En Autriche, on graisse les fusils. Le chevalier Von Thielen, futur général, écrira dans ses mémoires : « Nous espérions une guerre prochaine avec la France, espoir qui ne nous déçut pas puisque le 20 février 1809, l’armée fut mise sur le pied de guerre. Nous attendions tous les jours l’ordre de marcher ».

Effectivement, les autrichiens ne vont pas être déçus.

Les hésitations du Major-Général

Le maréchal Berthier, Major-Général des armées impériales, avait été dépêché par Napoléon pour commander les corps d’observation en Bavière. Il fait parvenir aux Tuileries le 12 avril un message laconique : « les autrichiens ont franchi l’Inn (affluent du Danube) : c’est la guerre. »

Rapidité des communications : les corps autrichiens sont entrés en campagne le 10 avril, et Napoléon est ainsi averti, à Paris, seulement deux jours plus tard.

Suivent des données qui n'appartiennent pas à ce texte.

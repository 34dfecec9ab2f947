//! Monthly reruns: a batch over the demo months reproduces the per-file
//! results exactly, the trend rows equal the single-file figures, a corrupt
//! file is named and the rest complete, and --compare refuses another recipe.

use std::path::{Path, PathBuf};

mod common;

use calamine::{Data, Reader, open_workbook_auto};
use common::{cells, root, sheaf, text};

const MONTHS: [&str; 3] = common::DEMO_MONTHS;

/// The demo months copied into `dir/months`, so a batch can add files beside them.
fn months_in(dir: &Path) -> PathBuf {
    common::demo_months_as(dir, MONTHS)
}

fn recipe() -> String {
    common::demo_recipe()
}

#[test]
fn a_batch_reproduces_single_runs_chained_by_compare() {
    let dir = tempfile::tempdir().unwrap();
    let months = months_in(dir.path());
    let pattern = format!("{}/depot-*.xlsx", months.display());
    let o = sheaf(
        &["run", &recipe(), "--data", &pattern, "--out-dir", "batch"],
        dir.path(),
    );
    assert_eq!(o.status.code(), Some(0), "{}", text(&o));

    // The same months one by one, each compared with the one before.
    let mut previous: Option<PathBuf> = None;
    for m in MONTHS {
        let data = months.join(format!("{m}.xlsx"));
        let out = dir.path().join(format!("single-{m}.xlsx"));
        let mut args = vec![
            "run".to_string(),
            recipe(),
            "--data".into(),
            data.display().to_string(),
            "--out".into(),
            out.display().to_string(),
        ];
        if let Some(p) = &previous {
            args.extend(["--compare".into(), p.display().to_string()]);
        }
        let args: Vec<&str> = args.iter().map(String::as_str).collect();
        let o = sheaf(&args, dir.path());
        assert_eq!(o.status.code(), Some(0), "{}", text(&o));
        let batch = dir.path().join(format!("batch/{m}-summary.xlsx"));
        let names = open_workbook_auto(&out).unwrap().sheet_names();
        assert_eq!(
            names,
            open_workbook_auto(&batch).unwrap().sheet_names(),
            "{m}"
        );
        for sheet in names.iter().filter(|n| *n != "About") {
            assert_eq!(
                cells(&out, sheet),
                cells(&batch, sheet),
                "{m}: sheet {sheet} differs between batch and single run"
            );
        }
        previous = Some(out);
    }
}

#[test]
fn trend_rows_equal_the_single_file_figures() {
    let dir = tempfile::tempdir().unwrap();
    let months = months_in(dir.path());
    let pattern = format!("{}/depot-*.xlsx", months.display());
    assert_eq!(
        sheaf(
            &["run", &recipe(), "--data", &pattern, "--out-dir", "out"],
            dir.path()
        )
        .status
        .code(),
        Some(0)
    );
    let trend = cells(&dir.path().join("out/trend.xlsx"), "Trend");
    let mut checked = 0;
    for m in MONTHS {
        let period = &m["depot-".len()..];
        let single = dir.path().join(format!("{m}.xlsx"));
        let o = sheaf(
            &[
                "run",
                &recipe(),
                "--data",
                &months.join(format!("{m}.xlsx")).display().to_string(),
                "--out",
                &single.display().to_string(),
            ],
            dir.path(),
        );
        assert_eq!(o.status.code(), Some(0), "{}", text(&o));
        // The panel sheet of the single run against the trend rows of its period.
        let panel = cells(&single, "Lateness");
        let header = panel.iter().find(|r| r[0] == "depot").unwrap().clone();
        for row in panel.iter().skip_while(|r| r[0] != "depot").skip(1) {
            for label in ["mean", "median", "sd", "IQR"] {
                let c = header.iter().position(|h| *h == label).unwrap();
                let name = format!("{} {label}", row[1]);
                let found = trend.iter().find(|t| {
                    t[0] == period
                        && t[1] == "Lateness"
                        && t[2].to_string() == row[0].to_string()
                        && t[3].to_string() == name
                });
                let found =
                    found.unwrap_or_else(|| panic!("no trend row for {period} {name} {}", row[0]));
                assert_eq!(found[4], row[c], "{period} {name}");
                checked += 1;
            }
        }
    }
    assert_eq!(checked, 3 * 6 * 4);
    let moves = cells(&dir.path().join("out/trend.xlsx"), "Largest moves");
    assert!(moves.len() > 10);
}
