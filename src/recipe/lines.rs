//! The recipe split into lines: indentation measured, comments removed.

use super::ast::Span;
use super::diagnostic::Diagnostic;

/// One non-blank line of the recipe, comment and trailing space removed.
#[derive(Debug, Clone, Copy)]
pub struct Line<'a> {
    /// The text after the indentation, up to a comment or the line end.
    pub text: &'a str,
    /// Byte offset of `text` in the recipe.
    pub offset: usize,
    /// Number of leading spaces.
    pub indent: usize,
}

impl Line<'_> {
    pub fn span(&self) -> Span {
        Span::new(self.offset, self.offset + self.text.len())
    }
}

/// The line's text up to a `#` that is outside strings and braces.
fn without_comment(text: &str) -> &str {
    let (mut in_string, mut in_braces, mut escaped) = (false, false, false);
    for (i, c) in text.char_indices() {
        match c {
            _ if escaped => escaped = false,
            '\\' if in_string => escaped = true,
            '"' if !in_braces => in_string = !in_string,
            '{' if !in_string => in_braces = true,
            '}' if !in_string => in_braces = false,
            '#' if !in_string && !in_braces => return &text[..i],
            _ => {}
        }
    }
    text
}

pub fn split_lines(source: &str) -> (Vec<Line<'_>>, Vec<Diagnostic>) {
    let mut lines = Vec::new();
    let mut problems = Vec::new();
    let mut offset = 0;
    for raw in source.split_inclusive('\n') {
        // A byte-order mark (some editors save one) is not part of the text.
        let mark = if offset == 0 && raw.starts_with('\u{feff}') {
            '\u{feff}'.len_utf8()
        } else {
            0
        };
        let start = offset + mark;
        offset += raw.len();
        let content = raw[mark..].trim_end_matches(['\n', '\r']);
        let indent_text = &content[..content.len() - content.trim_start().len()];
        let text = without_comment(&content[indent_text.len()..]).trim_end();
        if text.is_empty() {
            continue;
        }
        if indent_text.contains('\t') {
            let at = start + indent_text.find('\t').unwrap_or(0);
            problems.push(
                Diagnostic::new(Span::new(at, at + 1), "a tab in the indentation")
                    .with_help("indent block lines with spaces only"),
            );
        }
        lines.push(Line {
            text,
            offset: start + indent_text.len(),
            indent: indent_text.chars().count(),
        });
    }
    (lines, problems)
}

#[cfg(test)]
mod tests {
    use super::*;

    #[test]
    fn comments_end_lines_but_not_inside_strings_or_braces() {
        let source =
            "title \"Depot #4\"  # note\n\n   let x = {Item #} * 2 # twice\n# only a comment\n";
        let (lines, problems) = split_lines(source);
        assert!(problems.is_empty());
        let texts: Vec<&str> = lines.iter().map(|l| l.text).collect();
        assert_eq!(texts, ["title \"Depot #4\"", "let x = {Item #} * 2"]);
        assert_eq!(
            (lines[1].indent, lines[1].offset),
            (3, source.find("let").unwrap())
        );
    }

    #[test]
    fn a_byte_order_mark_is_not_text() {
        let source = "\u{feff}title \"Depots\"\n  let x = 1\n";
        let (lines, problems) = split_lines(source);
        assert!(problems.is_empty());
        assert_eq!((lines[0].text, lines[0].offset), ("title \"Depots\"", 3));
        assert_eq!(lines[1].indent, 2);
    }
}
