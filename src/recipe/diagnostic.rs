//! Recipe errors: where, what was expected, what to do; rendered with the
//! faulty line and a caret under the fault.

use codespan_reporting::diagnostic::{Diagnostic as Report, Label};
use codespan_reporting::files::SimpleFile;
use codespan_reporting::term::{self, Config};

use super::ast::Span;

/// Whether a finding stops the run.
#[derive(Debug, Clone, Copy, PartialEq, Eq)]
pub enum Severity {
    /// The recipe is refused.
    Error,
    /// The recipe runs, but probably not as meant; shown on the terminal
    /// and on the Checks sheet.
    Warning,
}

/// A problem in a recipe: where, what, and what to do about it.
#[derive(Debug, Clone, PartialEq)]
pub struct Diagnostic {
    /// The text it is about.
    pub span: Span,
    /// What is wrong.
    pub message: String,
    /// What to do about it.
    pub help: Option<String>,
    /// An error refuses the recipe; a warning does not.
    pub severity: Severity,
}

impl Diagnostic {
    /// An error: the recipe is refused.
    pub fn new(span: Span, message: impl Into<String>) -> Diagnostic {
        Diagnostic {
            span,
            message: message.into(),
            help: None,
            severity: Severity::Error,
        }
    }

    /// A warning: the recipe runs, and the warning is shown.
    pub fn warning(span: Span, message: impl Into<String>) -> Diagnostic {
        Diagnostic {
            severity: Severity::Warning,
            ..Diagnostic::new(span, message)
        }
    }

    /// The same, with what to do about it.
    pub fn with_help(mut self, help: impl Into<String>) -> Diagnostic {
        self.help = Some(help.into());
        self
    }

    /// 1-based line and column (in characters) of the start of the span.
    pub fn line_column(&self, source: &str) -> (usize, usize) {
        line_column(source, self.span.start)
    }

    /// One line for a sheet or a log: `line 3: message (help)`.
    pub fn one_line(&self, source: &str) -> String {
        let (line, column) = self.line_column(source);
        match &self.help {
            Some(help) => format!("line {line}, column {column}: {}; {help}", self.message),
            None => format!("line {line}, column {column}: {}", self.message),
        }
    }

    /// The full report: `error: ...`, `--> file:line:column`, the line, a caret, help.
    pub fn render(&self, file_name: &str, source: &str) -> String {
        self.render_in(&SimpleFile::new(file_name, source))
    }

    /// [`Diagnostic::render`] with the file's line index built once by the caller.
    fn render_in(&self, file: &SimpleFile<&str, &str>) -> String {
        let source = *file.source();
        let start = self.span.start.min(source.len());
        // A fault at the end of a line is shown as a caret there, not over the
        // line break; a span over several lines is shown on its first line, so
        // one report stays one line of the recipe however large its span.
        let line_end = source[start..]
            .find(['\n', '\r'])
            .map_or(source.len(), |i| start + i);
        let end = if start == line_end {
            start
        } else {
            self.span.end.max(start + 1).min(line_end)
        };
        let report = match self.severity {
            Severity::Error => Report::error(),
            Severity::Warning => Report::warning(),
        };
        let mut report = report
            .with_message(&self.message)
            .with_labels(vec![Label::primary((), start..end)]);
        if let Some(help) = &self.help {
            report = report.with_notes(vec![format!("help: {help}")]);
        }
        term::emit_into_string(&Config::default(), file, &report).unwrap_or_else(|_| {
            let (line, column) = self.line_column(source);
            let word = match self.severity {
                Severity::Error => "error",
                Severity::Warning => "warning",
            };
            format!(
                "{word}: {}\n --> {}:{line}:{column}\n",
                self.message,
                file.name()
            )
        })
    }
}

/// The 1-based line and column (in characters) of a byte offset.
pub fn line_column(source: &str, offset: usize) -> (usize, usize) {
    let offset = offset.min(source.len());
    let before = &source[..floor_char_boundary(source, offset)];
    let line = before.matches('\n').count() + 1;
    let line_start = before.rfind('\n').map_or(0, |i| i + 1);
    (line, before[line_start..].chars().count() + 1)
}

fn floor_char_boundary(s: &str, mut i: usize) -> usize {
    while !s.is_char_boundary(i) {
        i -= 1;
    }
    i
}

/// Most diagnostics printed for one recipe: the first ones are what to fix;
/// a file that is not a recipe at all would otherwise print one per line.
pub const MAX_SHOWN: usize = 20;

/// The diagnostics of one recipe, sorted by position, rendered one after
/// another: the first [`MAX_SHOWN`], then how many more there are. Time and
/// output grow with the recipe's size, not with errors times size.
pub fn render_all(diagnostics: &[Diagnostic], file_name: &str, source: &str) -> String {
    let mut sorted: Vec<&Diagnostic> = diagnostics.iter().collect();
    sorted.sort_by_key(|d| d.span.start);
    let file = SimpleFile::new(file_name, source);
    let mut out = sorted
        .iter()
        .take(MAX_SHOWN)
        .map(|d| d.render_in(&file))
        .collect::<Vec<_>>()
        .join("\n");
    if sorted.len() > MAX_SHOWN {
        out.push_str(&format!(
            "\n... and {} more problems in {file_name} ({} in all); fix the ones above and run again\n",
            sorted.len() - MAX_SHOWN,
            sorted.len()
        ));
    }
    out
}

#[cfg(test)]
mod tests {
    use super::*;

    #[test]
    fn many_problems_print_the_first_ones_and_a_count() {
        let source = "x\n".repeat(30_000);
        let diagnostics: Vec<Diagnostic> = (0..30_000)
            .map(|i| Diagnostic::new(Span::new(2 * i, 2 * i + 1), "not a statement"))
            .collect();
        let started = std::time::Instant::now();
        let out = render_all(&diagnostics, "r.sheaf", &source);
        assert!(started.elapsed().as_secs() < 5);
        assert_eq!(out.matches("not a statement").count(), MAX_SHOWN);
        assert!(
            out.contains("... and 29980 more problems in r.sheaf (30000 in all)"),
            "{out}"
        );
    }

    #[test]
    fn a_span_over_many_lines_is_shown_on_its_first() {
        let source = "figures \"F\":\n    a = 1\n    b = 2\n";
        let d = Diagnostic::new(Span::new(0, source.len()), "block problem");
        let out = d.render("r.sheaf", source);
        assert!(
            out.contains("r.sheaf:1:1") && !out.contains("b = 2"),
            "{out}"
        );
    }
}
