//! Shared pieces of the nom parsers: the error type, spans, whitespace,
//! words, literals and the nesting guard.

use std::cell::Cell;

use nom::bytes::complete::{tag, take_while, take_while1};
use nom::character::complete::{char, digit1, one_of, space0};
use nom::combinator::{opt, recognize};
use nom::error::{ErrorKind, ParseError};
use nom::{IResult, Parser};

use super::ast::Span;

/// A parse failure at a byte offset. An empty message means "this
/// alternative did not match"; the statement layer then names what it found.
#[derive(Debug, Clone, PartialEq)]
pub struct SyntaxError {
    pub offset: usize,
    pub message: String,
    pub help: Option<String>,
}

impl<'a> ParseError<&'a str> for SyntaxError {
    fn from_error_kind(input: &'a str, _kind: ErrorKind) -> Self {
        SyntaxError {
            offset: offset_of(input),
            message: String::new(),
            help: None,
        }
    }

    fn append(_input: &'a str, _kind: ErrorKind, other: Self) -> Self {
        other
    }

    /// Of two failed alternatives, report the one that got further.
    fn or(self, other: Self) -> Self {
        if other.offset > self.offset || (other.offset == self.offset && self.message.is_empty()) {
            other
        } else {
            self
        }
    }
}

pub type PResult<'a, T> = IResult<&'a str, T, SyntaxError>;

/// A committed failure with a message: no other alternative is tried.
pub fn failure<T>(at: &str, message: impl Into<String>, help: Option<&str>) -> PResult<'static, T> {
    Err(nom::Err::Failure(SyntaxError {
        offset: offset_of(at),
        message: message.into(),
        help: help.map(str::to_string),
    }))
}

/// A plain "did not match" at `at`.
pub fn no_match<T>(at: &str) -> PResult<'static, T> {
    Err(nom::Err::Error(SyntaxError {
        offset: offset_of(at),
        message: String::new(),
        help: None,
    }))
}

thread_local! {
    /// Address of the recipe text being parsed, so any slice of it knows its offset.
    static BASE: Cell<usize> = const { Cell::new(0) };
    /// How deeply the expression parser has recursed.
    static NESTING: Cell<usize> = const { Cell::new(0) };
}

/// Most nesting (parentheses, unary operators, calls, if) one expression may have.
pub const MAX_NESTING: usize = 64;
/// Most operands one chain of a single operator level may have.
pub const MAX_CHAIN: usize = 100;

/// Runs `f` with offsets measured from the start of `source`.
pub fn with_source<T>(source: &str, f: impl FnOnce() -> T) -> T {
    let saved = BASE.with(|b| b.replace(source.as_ptr() as usize));
    NESTING.with(|n| n.set(0));
    let result = f();
    BASE.with(|b| b.set(saved));
    result
}

pub fn offset_of(slice: &str) -> usize {
    (slice.as_ptr() as usize).saturating_sub(BASE.with(Cell::get))
}

pub fn span_between(start: &str, rest: &str) -> Span {
    Span::new(offset_of(start), offset_of(rest))
}

/// Enters one level of nesting; fails cleanly past [`MAX_NESTING`].
pub fn nested<'a, T>(
    input: &'a str,
    inner: impl FnOnce(&'a str) -> PResult<'a, T>,
) -> PResult<'a, T> {
    let depth = NESTING.with(|n| {
        n.set(n.get() + 1);
        n.get()
    });
    let result = if depth > MAX_NESTING {
        failure(
            input,
            format!("this expression nests more than {MAX_NESTING} levels deep"),
            Some("split it into steps with `let`"),
        )
    } else {
        inner(input)
    };
    NESTING.with(|n| n.set(n.get() - 1));
    result
}

/// Spaces and tabs (never a line break: lines are split beforehand).
pub fn ws<'a, O>(
    inner: impl Parser<&'a str, Output = O, Error = SyntaxError>,
) -> impl Parser<&'a str, Output = O, Error = SyntaxError> {
    (space0, inner).map(|(_, o)| o)
}

fn is_word_char(c: char) -> bool {
    c.is_ascii_alphanumeric() || c == '_'
}

/// An identifier: a letter or `_`, then letters, digits and `_`.
pub fn identifier(input: &str) -> PResult<'_, &str> {
    recognize((
        take_while1(|c: char| c.is_ascii_alphabetic() || c == '_'),
        take_while(is_word_char),
    ))
    .parse(input)
}

/// Words with a meaning of their own; a column with such a name goes in braces.
pub const KEYWORDS: &[&str] = &[
    "and", "or", "not", "if", "then", "else", "where", "per", "of", "bins",
];

/// The keyword `word`, not followed by more word characters.
pub fn keyword<'a>(word: &'static str) -> impl Fn(&'a str) -> PResult<'a, &'a str> {
    move |input: &'a str| {
        let (rest, found) = ws(identifier).parse(input)?;
        if found == word {
            Ok((rest, found))
        } else {
            no_match(input)
        }
    }
}

/// A quoted string with `\"`, `\\`, `\n` and `\t` escapes.
pub fn string_literal(input: &str) -> PResult<'_, String> {
    let (input, _) = space0(input)?;
    let (mut rest, _) = char('"').parse(input)?;
    let mut text = String::new();
    loop {
        let mut chars = rest.chars();
        match chars.next() {
            None => {
                return failure(
                    input,
                    "this string is not closed",
                    Some("add the closing `\"` on the same line"),
                );
            }
            Some('"') => return Ok((chars.as_str(), text)),
            Some('\\') => match chars.next() {
                Some('"') => text.push('"'),
                Some('\\') => text.push('\\'),
                Some('n') => text.push('\n'),
                Some('t') => text.push('\t'),
                _ => {
                    return failure(
                        rest,
                        "unknown escape in a string",
                        Some("use \\\" for a quote or \\\\ for a backslash"),
                    );
                }
            },
            Some(c) => text.push(c),
        }
        rest = chars.as_str();
    }
}

/// A header written in braces: `{Net weight (g)}`.
pub fn braced_name(input: &str) -> PResult<'_, &str> {
    let (input, _) = space0(input)?;
    let (after_open, _) = char('{').parse(input)?;
    match after_open.find('}') {
        None => failure(
            input,
            "this column name in braces is not closed",
            Some("add the closing `}`"),
        ),
        Some(0) => failure(
            input,
            "empty column name `{}`",
            Some("write the header text between the braces"),
        ),
        Some(end) => Ok((&after_open[end + 1..], &after_open[..end])),
    }
}

/// A number as written: `12`, `-` is not part of it, `3.5`, `1e-3`; and
/// whether a `%` follows.
pub fn number_literal(input: &str) -> PResult<'_, (f64, bool)> {
    let (input, _) = space0(input)?;
    let (rest, text) = recognize((
        digit1,
        opt((char('.'), digit1)),
        opt((one_of("eE"), opt(one_of("+-")), digit1)),
    ))
    .parse(input)?;
    let value: f64 = text.parse().map_err(|_| {
        nom::Err::Failure(SyntaxError {
            offset: offset_of(input),
            message: "not a number".into(),
            help: None,
        })
    })?;
    if !value.is_finite() {
        return failure(input, "this number is too large", None);
    }
    let (rest, percent) = opt(tag("%")).parse(rest)?;
    if rest.starts_with(|c: char| is_word_char(c) || c == '.') {
        return failure(
            rest,
            "a number runs into other characters here",
            Some("separate them with an operator or a space"),
        );
    }
    Ok((rest, (value, percent.is_some())))
}

/// The next token's text, for "unexpected ..." messages.
pub fn next_token(input: &str) -> &str {
    let input = input.trim_start();
    if input.is_empty() {
        return "";
    }
    let first = input.chars().next().unwrap();
    let end = if is_word_char(first) {
        input
            .find(|c: char| !is_word_char(c))
            .unwrap_or(input.len())
    } else {
        first.len_utf8()
    };
    &input[..end]
}

/// What a token is called in a message.
pub fn describe(token: &str) -> String {
    if token.is_empty() {
        "the end of the line".to_string()
    } else {
        format!("`{token}`")
    }
}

Le 13 avril à l’aube, Napoléon quitte les Tuileries pour Strasbourg.

Le laconisme martial de son message masque à peine le fait que Berthier, s’il est un chef d’état-major exceptionnel, n’est en rien un chef de guerre.

Napoléon ne l’avait d’ailleurs pas envoyé pour prendre véritablement le commandement de l’ensemble en train de se former sous des maréchaux aussi expérimentés que Davout, Masséna et Lefebvre.

Le Prince de Neuchâtel s’est retrouvé dans la situation impossible de superviser de grosses épaulettes qui ont l’habitude de ne recevoir d’ordres que du Maître, et en plus il s’emmêle les pinceaux.

Attendant désespérément Napoléon, dont les directives par courrier accentuent son indécision, il prend la décision catastrophique de vouloir protéger toutes les lignes de pénétration à la fois.

Ce faisant, il isole le corps d’armée du maréchal Davout, qui se retrouve en pointe de flèche autour de Ratisbonne. Davout ne le pardonnera jamais à Berthier et fera savoir ensuite ce qu’il en pense.

L’empereur pour sa part résume la situation dans un courrier d’anthologie à son Major-Général : « Ce que vous avez fait là me paraît si étrange que, si vous n’étiez mon ami, je croirais que vous me trahissez, car enfin Davout se trouve en ce moment plus à la disposition de l’Archiduc Charles qu’à la mienne ».

Une guerre sur plusieurs fronts

Si nous concentrerons notre propos sur la campagne d’Allemagne, la plus importante, il ne faudrait pas passer sous silence deux autres campagnes qui auront une grande influence sur la guerre.

Dans le Grand-Duché de Varsovie, le général Prince Poniatowski mobilise une petite armée polonaise qui tiendra la dragée haute à une armée autrichienne sous les ordres de l’Archiduc Ferdinand, et surtout la fixera à l’est, l’empêchant ainsi de venir renforcer le principal corps de bataille lors de la grande explication de Wagram.

En Italie du Nord, dans le royaume d’Italie, le prince Eugène de Beauharnais, vice-roi, aura pour tâche de son côté de bloquer une autre armée autrichienne commandée par l’Archiduc Jean.

Il échouera d’ailleurs et, l’une suivant l’autre, les deux armées se retrouveront à Wagram auprès de leurs masses respectives.

Le général Marmont, à la tête du XIème corps, effectuera pour sa part une marche d’approche exceptionnelle depuis la côte dalmate et viendra également renforcer l’empereur à Vienne.

A tous ces mouvements tactiques s’ajoutera une campagne périphérique d’une extrême violence dans le Tyrol.